This conversation map includes specific phrases to use when talking to patients who have COVID-19 about their goals of care. You can also download an editable version of this script. Developed by VitalTalk.

Clinician: Hello is this Ms. McNally? I’m Dr. Back from the COVID-19 response team.
Family: Hi.

Clinician: I understand your father has tested positive for COVID-19.
Family: Yes. I’m very worried. I feel guilty that he got it in a nursing home. I thought that place would be ok.

Clinician: Anyone would be worried. And there is no way you could have known this would happen.
Family: I suppose so.

Clinician: Is it ok if we talk about what COVID-19 means for your father?
Family: Please.

Clinician: May I first ask if you are the person who makes medical decisions for him.
Family: Yes. I’m his surrogate whatever you call it. I have the papers.

Clinician: Perfect. I like to make sure I’m talking to the right person.
Family: That’s me.

Clinician: I need to give you some background. Most people who get COVID-19 have a mild or moderate illness and don’t need the hospital. The people who most often get severe pneumonia with COVID are older and have existing medical problems, like your father.
Family: You know, I’ve heard that on the news but have been afraid to think about it.

Clinician: Well that’s a very normal reaction. COVID has put all of us in a tough situation.
Family: Yes. And I know that you are so busy.

Clinician: We are doing our best under the circumstances. So I hope your father has a mild case and can stay where he is. We can make sure he gets all the treatments he needs. However, if his COVID becomes severe, it will almost certainly take his life.
Family: I was afraid you would say that.

Clinician: It’s not what any family member wants to hear. Given that, if the worst-case scenario happened and he was going to die, do you think he would rather be in the hospital or be at home—I mean at his nursing home.
Family: Gosh. That’s a big decision.

Clinician: I can see that you want the best for him.
Family: Absolutely.

Clinician: Let me put it another way. If he didn’t have dementia and was as sharp as you or me. And he understood COVID-19 and what would happen if he got a severe case. If he were sitting here with us, what would he say?
Family: Oh he would say, enough already. I’ll stay here. But I don’t know.
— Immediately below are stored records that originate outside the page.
import { and, asc, desc, eq, gte, inArray, isNotNull, like, lte, ne, sql } from 'drizzle-orm'
import type { Handle } from '../client'
import { replyReadings, texts } from '../schema/text'

export type TextRow = typeof texts.$inferSelect

/** Inserts a text once for its purpose; null when that purpose has its text already. */
export async function insertText(db: Handle, row: typeof texts.$inferInsert) {
  const [made] = await db
    .insert(texts)
    .values(row)
    .onConflictDoNothing({ target: texts.purpose })
    .returning()
  return made ?? null
}

export async function findText(db: Handle, textId: string) {
  const [row] = await db.select().from(texts).where(eq(texts.id, textId))
  return row ?? null
}

/** The text, held until the end of the transaction so that nobody else decides over it. */
export async function findTextForUpdate(db: Handle, textId: string) {
  const [row] = await db.select().from(texts).where(eq(texts.id, textId)).for('update')
  return row ?? null
}

export async function updateText(
  db: Handle,
  textId: string,
  change: Partial<typeof texts.$inferInsert>,
) {
  await db.update(texts).set(change).where(eq(texts.id, textId))
}

/** Texts whose hour has come, oldest hour first. */
export async function listDueTexts(db: Handle, now: number, limit: number) {
  return db
    .select({ id: texts.id })
    .from(texts)
    .where(and(eq(texts.state, 'queued'), lte(texts.sendAfter, now)))
    .orderBy(asc(texts.sendAfter), asc(texts.n))
    .limit(limit)
}

/** How many texts wait for an hour that has not come. */
export async function countWaitingTexts(db: Handle, now: number) {
  const [row] = await db
    .select({ n: sql<number>`count(*)::int` })
    .from(texts)
    .where(and(eq(texts.state, 'queued'), gte(texts.sendAfter, now)))
  return row?.n ?? 0
}

/** The last thing that was put to a phone since `since`: what an answer from it is about. */
export async function findLastAsked(db: Handle, phoneId: string, since: number) {
  const [row] = await db
    .select()
    .from(texts)
    .where(
      and(
        eq(texts.phoneId, phoneId),
        eq(texts.direction, 'out'),
        isNotNull(texts.householdId),
        ne(texts.asked, 'none'),
        gte(texts.createdAt, since),
        inArray(texts.state, ['sending', 'in doubt', 'sent', 'delivered']),
      ),
    )
    .orderBy(desc(texts.n))
    .limit(1)
  return row ?? null
}

/** When prompts and nudges went, or are to go, to each of these households since an instant. */
export async function listPromptHours(db: Handle, householdIds: string[], since: number) {
  if (householdIds.length === 0) return []
  return db
    .select({
      householdId: texts.householdId,
      at: sql<number>`extract(epoch from coalesce(${texts.sentAt}, ${texts.sendAfter}))::float8 * 1000`,
    })
    .from(texts)
    .where(
      and(
        inArray(texts.householdId, householdIds),
        eq(texts.direction, 'out'),
        sql`(${texts.purpose} like 'prompt:%' or ${texts.purpose} like 'nudge:%')`,
        inArray(texts.state, ['queued', 'sending', 'in doubt', 'sent', 'delivered']),
        gte(texts.sendAfter, since),
      ),
    )
}

export async function insertReplyReading(db: Handle, row: typeof replyReadings.$inferInsert) {
  await db.insert(replyReadings).values(row).onConflictDoNothing()
}

/** How often somebody has read this text anew; each reading has its own number. */
export async function countReadingsBy(db: Handle, textId: string, reader: string) {
  const [row] = await db
    .select({ n: sql<number>`count(*)::int` })
    .from(replyReadings)
    .where(and(eq(replyReadings.textId, textId), like(replyReadings.readBy, `${reader}%`)))
  return row?.n ?? 0
}

/** Texts stored but not read yet: a crash between storing and enqueueing leaves some. */
export async function listUnreadTexts(db: Handle, before: number, limit: number) {
  return db
    .select({ id: texts.id })
    .from(texts)
    .where(and(eq(texts.state, 'received'), lte(texts.createdAt, before)))
    .orderBy(asc(texts.n))
    .limit(limit)
}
Clinician: It sounds to me like if you put on his hat, and become him, he’d say "enough already." But if you put on your hat, you’d say, "I don’t know." Do I have that right?
Family: Yes. I’m not ready to lose him.

Clinician: Tell me more.
Family: He’s always been there for me and my kids. He’s the backbone of the family. He always believed in me.
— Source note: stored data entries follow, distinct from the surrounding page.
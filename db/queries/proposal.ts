import { aliasedTable, and, desc, eq, gt, isNull, lt, ne, notExists, or, sql } from 'drizzle-orm'
import type { Language } from '@/lib/domain/language'
import type { Handle } from '../client'
import { settledProposals } from '../schema/reply-word'
import { staff } from '../schema/staff'
import { replyReadings, texts } from '../schema/text'

const person = aliasedTable(replyReadings, 'person')
const desk = aliasedTable(replyReadings, 'desk')
const later = aliasedTable(replyReadings, 'later')

/** A person's last reading of a text beside the desk's, where they differ and nobody has looked yet. */
function openProposals(db: Handle) {
  const isLast = notExists(
    db
      .select({ n: later.n })
      .from(later)
      .where(and(eq(later.textId, person.textId), ne(later.readBy, 'desk'), gt(later.n, person.n))),
  )
  // Of other kinds the desk may note minutes too, where a person has nowhere to write them.
  const differs = or(
    ne(person.kind, desk.kind),
    and(eq(person.kind, 'flow-figure'), sql`${person.minutes} is distinct from ${desk.minutes}`),
  )
  return and(ne(person.readBy, 'desk'), isLast, differs, isNull(settledProposals.readingN))
}

function proposals(db: Handle) {
  return db
    .select({ text: texts, person, desk, by: staff.name })
    .from(person)
    .innerJoin(desk, and(eq(desk.textId, person.textId), eq(desk.readBy, 'desk')))
    .innerJoin(texts, eq(texts.id, person.textId))
    .leftJoin(settledProposals, eq(settledProposals.readingN, person.n))
    .leftJoin(staff, eq(staff.id, sql`split_part(${person.readBy}, ':', 1)`))
}

export type ProposalRow = Awaited<ReturnType<typeof listProposals>>[number]

/** Open proposals, newest first, before a reading's number. */
export async function listProposals(
  db: Handle,
  { before, limit }: { before: number | null; limit: number },
) {
  const earlier = before === null ? undefined : lt(person.n, before)
  return proposals(db)
    .where(and(openProposals(db), earlier))
    .orderBy(desc(person.n))
    .limit(limit)
}

/** The open proposal of one text. */
export async function findProposal(db: Handle, textId: string) {
  const [row] = await proposals(db).where(and(openProposals(db), eq(person.textId, textId)))
  return row ?? null
}

/** False when somebody has settled it in the meantime. */
export async function insertSettledProposal(
  db: Handle,
  row: typeof settledProposals.$inferInsert,
): Promise<boolean> {
  const made = await db
    .insert(settledProposals)
    .values(row)
    .onConflictDoNothing()
    .returning({ n: settledProposals.readingN })
  return made.length > 0
}

/** The last texts of a language that the desk has read, newest first, with what each answered. */
export async function listReadTexts(db: Handle, language: Language, limit: number) {
  return db
    .select({ textId: texts.id, body: texts.body, asked: desk.asked })
    .from(texts)
    .innerJoin(desk, and(eq(desk.textId, texts.id), eq(desk.readBy, 'desk')))
    .where(and(eq(texts.direction, 'in'), eq(texts.language, language)))
    .orderBy(desc(texts.n))
    .limit(limit)
}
Clinician: Would he believe in you now? To speak for him?
Family: When you put it like that, I know the answer. I just don’t like it.
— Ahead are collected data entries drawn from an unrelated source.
import { and, asc, eq, sql } from 'drizzle-orm'
import type { Handle } from '../client'
import { depots } from '../schema/area'
import { partPromises } from '../schema/promise'
import { stockMoves } from '../schema/stock'

/** What each depot has of a part beyond what it has promised, the wanted depot first. */
export async function listAvailable(db: Handle, partId: string, firstDepotId: string) {
  const found = await db.execute(sql`
    select d.id, d.name,
      (select coalesce(sum(m.quantity), 0)::int from stock_moves m
        where m.depot_id = d.id and m.part_id = ${partId}) as in_hand,
      (select count(*)::int from part_promises p
        where p.depot_id = d.id and p.part_id = ${partId} and p.state = 'promised') as promised
    from depots d
    order by d.id <> ${firstDepotId}, d.name collate "C"`)
  return found.rows.map((row) => ({
    depotId: String(row.id),
    name: String(row.name),
    inHand: Number(row.in_hand),
    promised: Number(row.promised),
    available: Number(row.in_hand) - Number(row.promised),
  }))
}

/** Holds a depot's shelf for one part until the end of the transaction: two promises never share a part. */
export async function lockShelf(db: Handle, partId: string) {
  await db.execute(sql`select pg_advisory_xact_lock(hashtextextended(${`shelf:${partId}`}, 0))`)
}

/** A promise; null when the stage has an open one already. */
export async function insertPromise(db: Handle, row: typeof partPromises.$inferInsert) {
  const [made] = await db.insert(partPromises).values(row).onConflictDoNothing().returning()
  return made ?? null
}

export async function findOpenPromise(db: Handle, kitId: string) {
  const [row] = await db
    .select({ promise: partPromises, depotName: depots.name })
    .from(partPromises)
    .innerJoin(depots, eq(depots.id, partPromises.depotId))
    .where(and(eq(partPromises.kitId, kitId), eq(partPromises.state, 'promised')))
    .orderBy(asc(partPromises.promisedAt))
    .limit(1)
  return row ? { ...row.promise, depotName: row.depotName } : null
}

export async function endPromise(
  db: Handle,
  promiseId: string,
  { state, endedAt }: { state: 'handed over' | 'withdrawn'; endedAt: number },
) {
  await db.update(partPromises).set({ state, endedAt }).where(eq(partPromises.id, promiseId))
}

/** Withdraws what is still owed to a kit, so that the depot may promise it elsewhere. */
export async function withdrawPromises(db: Handle, kitId: string, endedAt: number) {
  await db
    .update(partPromises)
    .set({ state: 'withdrawn', endedAt })
    .where(and(eq(partPromises.kitId, kitId), eq(partPromises.state, 'promised')))
}

export async function insertStockMove(db: Handle, row: typeof stockMoves.$inferInsert) {
  await db.insert(stockMoves).values(row)
}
Clinician: It’s not the kind of decision anyone wants to make. It does sound like you two may have talked about this?
Family: He told me when he was first diagnosed with dementia, back then he was just a little forgetful, nothing big. We were driving to the park to walk the dog. He turned to me and said, "Remember, when I can’t do this anymore, it’s time to let me go."

Clinician: Wow, thank you for telling me that.
Family: I had kind of forgotten about that. It's funny—I can see him saying it to me.

Clinician: Hmm. That kind of memory is a gift. Would it be ok to honor that?
Family: Now it’s clear to me. Let’s keep at him at his home.